Monday, August 14, 2006

Digital TV is lower quality ?!

We have a normal TV. Slightly old fashioned these days, it uses a glass tube CRT to display the image (i.e. it is not a flatscreen TV). The designers of the TV made a very nice rounded plastic covering, which means you can not use any "set top" addons, i.e. I can't place anything on the TV without it sliding off.

I fixed that by making a nice light weight wooden frame that has 4 legs of different length and skew feet, the end result being a flat horisontal surface on top of the TV, where the Video, DVD, and "Digital Tuner" can be piled, with just a hint of doublesided tape on the feet to avoid it slipping. OK, back to the subject in hand:

The "Digital Tuner" or the DTT unit, converts digital TV signals now being broadcast in my area (Denmark) for a few channels to an analog signal on the SCART kabel for the TV.

Again - technological life has take a step backwards. I now have one more remote, which I use to turn the Digital unit on/off and choose between the 3 channels it delivers. If I use the TV remote to switch channel, nothing happens as the digital SCART signal overrides. Well, it is a passing stage, as the next TV will have this stuff built in.
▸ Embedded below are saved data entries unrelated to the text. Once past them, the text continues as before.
"""Injection into real and synthetic strain, SNR tables, and the ``inject`` command."""

from __future__ import annotations

import json
import math

import numpy as np
import pytest
from gwpy.frequencyseries import FrequencySeries
from gwpy.timeseries import TimeSeries

from ringsearch.cli import main
from ringsearch.data.inject import inject, inject_network, signal_snr, snr_table
from ringsearch.errors import InputError
from ringsearch.physics.ringdown import Mode, RingdownSource, kerr_modes, optimal_snr

GPS0 = 1126259446.0


def _source(t0, **kw):
    base = dict(mass=68.0, spin=0.69, distance=400.0, epsilon=0.02, t0=t0, ra=1.95, dec=-1.27,
                psi=0.8, inclination=2.6, modes=kerr_modes(2, ratios=[1.5, 2.0],
                                                           phases=[0.5, -1.0]))
    base.update(kw)
    return RingdownSource(**base)


def _white(detector, seed, duration=8.0, fs=4096.0, sigma=1e-21, t0=GPS0):
    rng = np.random.default_rng(seed)
    return TimeSeries(rng.normal(0.0, sigma, int(duration * fs)), t0=t0, sample_rate=fs,
                      name=detector, channel=f"{detector}:STRAIN")


def _check_support_only(before, after, signals, detector):
    """Outside every signal's support the samples are bitwise equal; inside, the added
    values are the signals evaluated at the exact sample times."""
    t = before.times.value
    rel = np.arange(t.size) * before.dt.value  # offsets from the start, for full precision
    inside = np.zeros(t.size, bool)
    added = np.zeros(t.size)
    for s in signals:
        a, b = s.support(detector)
        mask = (t >= a) & (t < b)
        inside |= mask
        added[mask] += s.detector_strain(detector, rel[mask], epoch=before.t0.value)
    assert inside.any()
    assert before.value[~inside].tobytes() == after.value[~inside].tobytes()
    np.testing.assert_allclose(after.value[inside] - before.value[inside], added[inside],
                               rtol=0, atol=1e-6 * np.abs(added).max())


def test_injection_into_synthetic_noise_touches_only_the_support():
    from ringsearch.data.noise import gaussian_noise

    h1 = gaussian_noise("design", 8.0, 4096, 11, gps_start=GPS0, detector="H1")
    l1 = gaussian_noise("design", 8.0, 4096, 12, gps_start=GPS0, detector="L1")
    keep = {k: v.value.copy() for k, v in (("H1", h1), ("L1", l1))}
    sigs = [_source(GPS0 + 2.30001), _source(GPS0 + 5.5, mass=30.0, ra=0.3, dec=0.9)]
    out = inject_network([h1, l1], sigs)
    assert sorted(out) == ["H1", "L1"]
    for det, series in (("H1", h1), ("L1", l1)):
        assert series.value.tobytes() == keep[det].tobytes()  # caller's data unchanged
        assert out[det] is not series
        _check_support_only(series, out[det], sigs, det)
        assert out[det].t0 == series.t0 and out[det].name == det
    # each detector sees the signal at its own arrival time
    first = {det: out[det].times.value[np.nonzero(out[det].value - s.value)[0][0]]
             for det, s in (("H1", h1), ("L1", l1))}
    delay = sigs[0].arrival_time("H1") - sigs[0].arrival_time("L1")
    assert first["H1"] - first["L1"] == pytest.approx(delay, abs=1 / 4096)


def test_injection_into_open_data_away_from_the_event(gw150914_files):
    from ringsearch.data.io import read_strain

    h1 = read_strain(gw150914_files["H1"])
    keep = h1.value.copy()
    src = _source(GPS0 + 4.0)  # 12 s before GW150914's merger: detector noise only
    out = inject(h1, src)
    assert h1.value.tobytes() == keep.tobytes()
    _check_support_only(h1, out, [src], "H1")
    # a signal entirely outside the data adds nothing and still returns a copy
    far = inject(h1, _source(GPS0 + 100.0))
    assert far.value.tobytes() == keep.tobytes() and far is not h1


def test_matched_filter_of_injected_signal_has_the_optimal_snr_as_mean():
    # Detection theory: in white Gaussian noise (one-sided PSD S0 = 2 sigma^2 / fs) the
    # normalised matched-filter output z = <d, h> / sqrt(<h, h>) at the true signal is
    # N(rho_opt, 1).  With 60 seeded realisations, |mean - rho| < 4.5 / sqrt(60) and
    # 0.55 < sample variance < 1.6 each fail with probability < 1e-4 (normal and
    # chi-squared(59) tails).
    fs, sigma = 2048.0, 1e-21
    s0 = 2 * sigma**2 / fs
    src = _source(GPS0 + 1.2, distance=60.0, modes=(Mode(2, 2, 0), Mode(2, 2, 1, 1.0, 0.3)))
    psd = FrequencySeries(np.full(1025, s0), df=1.0)
    clean = inject(TimeSeries(np.zeros(int(2 * fs)), t0=GPS0, sample_rate=fs, name="L1"), src)
    rho = optimal_snr(clean, psd, f_low=0.0)
    z = []
    for seed in range(60):
        data = inject(_white("L1", seed, 2.0, fs, sigma), src)
        z.append((2 / s0) / fs * np.dot(data.value, clean.value) / rho)
    z = np.array(z)
    assert 3 < rho < 100
    assert abs(z.mean() - rho) < 4.5 / math.sqrt(z.size)
    assert 0.55 < z.var(ddof=1) < 1.6


def test_snr_table_and_signal_snr():
    f = np.arange(0.0, 2048.25, 0.25)
    psd = FrequencySeries(1e-46 * (1 + (f / 200) ** 2 + (40 / np.maximum(f, 1)) ** 6),
                          frequencies=f)
    sigs = [_source(GPS0 + 1.0), _source(GPS0 + 1.0, distance=800.0)]
    table = snr_table(sigs, {"H1": psd, "L1": psd})
    assert table.columns.tolist() == ["snr_H1", "snr_L1", "snr_network"]
    np.testing.assert_allclose(table.snr_network ** 2, table.snr_H1 ** 2 + table.snr_L1 ** 2)
    # SNR scales as 1 / distance
    assert table.snr_H1[0] / table.snr_H1[1] == pytest.approx(2.0, rel=1e-12)
    assert signal_snr(sigs[0], "H1", psd) == pytest.approx(table.snr_H1[0])


def test_bad_injection_input():
    noise = _white("H1", 0, 1.0, 1024.0)
    with pytest.raises(InputError, match="too low"):
        inject(noise, _source(GPS0 + 0.5, mass=10.0))  # (2,2,2) at ~1.2 kHz > 512 Hz
    with pytest.raises(InputError, match="unknown detector"):
        inject(noise, _source(GPS0 + 0.5), detector="Q3")
    with pytest.raises(InputError, match="not a waveform model"):
        inject(noise, [object()])
    with pytest.raises(InputError, match="same detector"):
        inject_network([noise, noise], _source(GPS0 + 0.5))
    with pytest.raises(InputError, match="detector name"):
        inject(TimeSeries(np.zeros(8), sample_rate=4096), _source(GPS0))
    # a signal far from the data: nothing added by default (campaign chunks), an error when
    # the caller placed it by hand
    far = _source(GPS0 + 100.0)
    assert inject(noise, far).value.tobytes() == noise.value.tobytes()
    with pytest.raises(InputError, match="does not overlap"):
        inject(noise, far, require_overlap=True)


# --------------------------------------------------------------------------- command line


@pytest.fixture
def sim_files(tmp_path):
    from ringsearch.data.io import write_gwosc_hdf5
    from ringsearch.data.noise import gaussian_noise

    paths = []
    for k, det in enumerate(("H1", "L1")):
        ts = gaussian_noise("design", 16.0, 2048, 40 + k, gps_start=GPS0, detector=det)
        paths.append(write_gwosc_hdf5(ts, tmp_path / f"{det[0]}-{det}_SIM-{int(GPS0)}-16.hdf5"))
    return paths


def test_cli_inject_with_target_snr(sim_files, tmp_path, capsys):
    from ringsearch.data.io import read_strain

    out = tmp_path / "inj"
    status = main(["inject", *map(str, sim_files), "--out", str(out), "--mass", "70",
                   "--spin", "0.7", "--overtones", "1", "--gps", str(GPS0 + 8.25),
                   "--ra", "1.0", "--dec", "0.3", "--psi", "0.2", "--inclination", "0.4",
                   "--snr", "15", "--psd", "design", "--plot"])
    assert status == 0
    rec = json.loads((out / "injection.json").read_text())
    assert rec["network_optimal_snr"] == pytest.approx(15.0, rel=1e-9)
    assert sorted(rec["detectors"]) == ["H1", "L1"]
    assert [m["n"] for m in rec["source"]["modes"]] == [0, 1]
    assert (out / "injection.png").stat().st_size > 0
    for det, path in zip(("H1", "L1"), sim_files, strict=True):
        d = rec["detectors"][det]
        new, old = read_strain(out / d["file"]), read_strain(path)
        diff = new.value - old.value
        t = old.times.value
        assert np.all(diff[t < d["arrival_gps"]] == 0.0)
        assert np.any(diff != 0.0)
    assert "network optimal SNR 15.000" in capsys.readouterr().out


def test_cli_inject_physical_amplitude_matches_api(sim_files, tmp_path):
    out = tmp_path / "phys"
    args = ["inject", str(sim_files[0]), "--out", str(out), "--mass", "60", "--spin", "0.6",
            "--gps", str(GPS0 + 9.0), "--ra", "2", "--dec", "-0.5", "--psi", "1",
            "--distance", "300", "--epsilon", "0.03", "--psd", "design",
            "--extra-mode", "3,3,0:0.2:1.0"]
    assert main(args) == 0
    rec = json.loads((out / "injection.json").read_text())
    src = RingdownSource(60.0, 0.6, 300.0, 0.03,
                         modes=kerr_modes(0, extra={(3, 3, 0): 0.2 * np.exp(1j)}),
                         t0=GPS0 + 9.0, ra=2.0, dec=-0.5, psi=1.0)
    assert rec["source"]["amplitude_220"] == pytest.approx(src.amplitude_220, rel=1e-12)
    assert rec["detectors"]["H1"]["arrival_gps"] == pytest.approx(src.arrival_time("H1"))


@pytest.mark.parametrize("extra, word", [
    (["--spin", "1.2", "--distance", "100", "--epsilon", "0.01"], "spin"),
    (["--spin", "0.5", "--distance", "100"], "--epsilon"),
    (["--spin", "0.5", "--snr", "10", "--distance", "100"], "exactly one"),
    (["--spin", "0.5", "--snr", "10", "--extra-mode", "3,3:1"], "--extra-mode"),
    (["--spin", "0.5", "--distance", "-4", "--epsilon", "0.01"], "distance"),
    (["--spin", "0.5", "--distance", "100", "--epsilon", "0.01", "--mass", "nan"], "mass"),
    # regressions: a --gps outside the data used to write unchanged files and report the SNR
    # of a signal that was never added; a declination of 9 rad was taken as a direction
    (["--spin", "0.5", "--snr", "10", "--gps", "5"], "does not overlap"),
    (["--spin", "0.5", "--snr", "10", "--dec", "9"], "declination"),
])
def test_cli_bad_input_is_one_sentence(sim_files, tmp_path, capsys, extra, word):
    status = main(["inject", str(sim_files[0]), "--out", str(tmp_path / "x"), "--mass", "60",
                   "--gps", str(GPS0 + 5), "--ra", "0", "--dec", "0", "--psi", "0",
                   "--psd", "design", *extra])
    err = capsys.readouterr().err
    assert status == 2
    assert word in err and "Traceback" not in err
    assert not (tmp_path / "x").exists()


def test_cli_inject_into_open_data_with_estimated_psd(gw150914_files, tmp_path):
    from ringsearch.data.io import analysable_segments, read_strain

    out = tmp_path / "open"
    files = [str(gw150914_files["H1"]), str(gw150914_files["L1"])]
    status = main(["inject", *files, "--out", str(out), "--mass", "65", "--spin", "0.67",
                   "--overtones", "1", "--gps", str(GPS0 + 5.123456), "--ra", "1.95",
                   "--dec", "-1.27", "--psi", "0.8", "--inclination", "2.8", "--snr", "20"])
    assert status == 0
    rec = json.loads((out / "injection.json").read_text())
    assert rec["network_optimal_snr"] == pytest.approx(20.0, rel=1e-9)
    # sanity: with the Welch PSD of real noise each detector gets a share of the SNR
    assert 2 < rec["detectors"]["H1"]["optimal_snr"] < 20
    for det in ("H1", "L1"):
        new_path = out / rec["detectors"][det]["file"]
        new, old = read_strain(new_path), read_strain(gw150914_files[det])
        lo = rec["detectors"][det]["arrival_gps"]
        t = old.times.value
        outside = (t < lo) | (t >= lo + 1.0)
        assert new.value[outside].tobytes() == old.value[outside].tobytes()
        # data-quality flags are carried over from the input file
        assert analysable_segments([new_path]) == analysable_segments([gw150914_files[det]])
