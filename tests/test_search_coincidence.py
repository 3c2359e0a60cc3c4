"""Coincidence and significance: windows, time slides, FAR against Poisson expectations."""

from __future__ import annotations

import numpy as np
import pandas as pd
import pytest
from scipy import stats

from ringsearch.errors import InputError
from ringsearch.physics.units import C_SI, YEAR_S
from ringsearch.search.coincidence import coincident_candidates, light_travel_time
from ringsearch.search.significance import (
    assign_far,
    max_distinct_slides,
    single_detector_far,
    time_slide_background,
)


def test_light_travel_time_h1_l1():
    # H1-L1 separation ~3002 km -> 10.0 ms (Abbott et al. 2016, PRL 116, 061102: "up to
    # 10 ms") # from memory
    assert light_travel_time("H1", "L1") == pytest.approx(3.002e6 / C_SI, rel=2e-3)


def test_window_is_light_travel_plus_tolerance():
    h = pd.DataFrame({"gps": [100.0, 200.0], "snr": [8.0, 8.0]})
    win = light_travel_time("H1", "L1") + 0.005
    l_in = pd.DataFrame({"gps": [100.0 + win - 1e-4, 200.0 + win + 1e-4], "snr": [6.0, 6.0]})
    c = coincident_candidates({"H1": h, "L1": l_in}, tolerance_s=0.005)
    assert c.gps.tolist() == [100.0]
    assert c.network_snr.iloc[0] == pytest.approx(10.0)
    with pytest.raises(InputError, match="two detectors"):
        coincident_candidates({"H1": h})
    for bad in (-0.001, float("nan")):  # regression: a negative window was accepted
        with pytest.raises(InputError, match="timing tolerance"):
            coincident_candidates({"H1": h, "L1": l_in}, tolerance_s=bad)


def _poisson_triggers(rng, rate, dur, t0=0.0):
    n = rng.poisson(rate * dur)
    return pd.DataFrame({"gps": np.sort(rng.uniform(t0, t0 + dur, n)),
                         "snr": 5.0 + rng.exponential(1.0, n)})


def test_time_slide_coincidence_rate_matches_poisson_expectation():
    # Independent Poisson trigger streams of rates r1, r2 give accidental coincidences at
    # rate ~ r1 r2 (2 w) for window w (standard accidental-coincidence rate) while the
    # triggers are sparse; clustering at 0.1 s barely changes that here.
    rng = np.random.default_rng(99)
    dur, r = 2000.0, 0.5
    trig = {"H1": _poisson_triggers(rng, r, dur), "L1": _poisson_triggers(rng, r, dur)}
    w = light_travel_time("H1", "L1") + 0.01
    bg = time_slide_background(trig, (0.0, dur), n_slides=20, step_s=1.0,
                               cluster_window_s=0.05)
    expected = r * r * 2 * w * dur * 20
    # Poisson count: two-sided 1e-3 false-failure probability
    lo, hi = stats.poisson(expected).ppf([5e-4, 1 - 5e-4])
    assert lo <= len(bg) <= hi
    assert set(bg.slide) <= set(range(1, 21))


def test_far_counts_louder_background_and_excludes_own_triggers():
    h = pd.DataFrame({"gps": [10.0, 20.0, 30.0], "snr": [20.0, 6.0, 6.5]})
    l1 = pd.DataFrame({"gps": [10.005, 20.5, 31.0], "snr": [15.0, 6.0, 6.0]})
    zero = coincident_candidates({"H1": h, "L1": l1})
    assert len(zero) == 1
    # slid coincidences involving the loud H1 trigger (row 0) must not count against it
    bg = pd.DataFrame({"network_snr": [30.0, 9.0, 26.0], "H1_row": [0, 1, 2],
                       "L1_row": [1, 2, 0]})
    out = assign_far(zero, bg, n_slides=10, live_time_s=100.0, detectors=["H1", "L1"])
    # network 25: louder background = 30 (uses H1 row 0 -> excluded) and 26 (uses L1
    # row 0 -> excluded): none left, so the FAR is an upper limit 1 / (10 x 100 s)
    assert bool(out.far_is_upper_limit.iloc[0])
    assert out.far_per_year.iloc[0] == pytest.approx(YEAR_S / 1000.0)
    bg.loc[0, "H1_row"] = 2
    out = assign_far(zero, bg, n_slides=10, live_time_s=100.0, detectors=["H1", "L1"])
    assert out.n_louder_background.iloc[0] == 1 and not out.far_is_upper_limit.iloc[0]


def test_slides_must_fit_the_data():
    assert max_distinct_slides(32.0, 0.6, 2) == 52
    with pytest.raises(InputError, match="do not fit"):
        time_slide_background({"H1": pd.DataFrame({"gps": [], "snr": []}),
                               "L1": pd.DataFrame({"gps": [], "snr": []})},
                              (0.0, 10.0), n_slides=50, step_s=1.0)


def test_single_detector_far_is_rate_of_other_louder_triggers():
    rng = np.random.default_rng(4)
    t = _poisson_triggers(rng, 1.0, 3600.0)
    out = single_detector_far(t, 3600.0)
    top = out.loc[out.snr.idxmax()]
    assert bool(top.far_is_upper_limit) and top.n_louder_background == 0
    # the median trigger has about half the others above it
    med = out.snr.median()
    row = out.iloc[(out.snr - med).abs().argmin()]
    assert row.far_per_year == pytest.approx(len(t) / 2 / 3600.0 * YEAR_S, rel=0.05)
But - and the reason for this entry - is I am appalled at the digital quality! The good point is that the digital signal is crisp. No "shadows" or echos due to a bounced analog signal. But someone, somewhere was bit skimpy on the number of bits they allocated for the colours. There is lots of "colour banding" The digital coding (compression) is very evident is the dark scenes, night time. You can see a number of squares dancing around in the near-black areas, the squares having one of two different shades of black. The other place where this is visible, is where the picture used is "quiet", it more or less static, and has large areas of similar color (a blue sky f.eks.) You can then see that the digital picture has to choose between two shades of blue, and the boundary becomes evident.

I am quit relaxed about the problem of the digital channel as the signal gets very weak - picture freezes, or portions of t go "Pixelated", as the equivalent analog signal would show a "snowy" picture where the actual signal would be sensed rather than shown. But I am p***** off at the loss of colour quality due to high compression.

Well, I did buy the cheapest decoder I could find, just to taste the new technology, so I will go around an enquire if a more expensive unit does a better decode job, or if these limitaitions are inherit in the supplied signal. If so, I am disappointed. The digital system gets us more channels in the same bandwidth ... by giving us lesser quality (and I am not taking about content here, just the picture quality, dont get me started). OK, ok, I realize that if you want more channels, something has to give, but this is too much.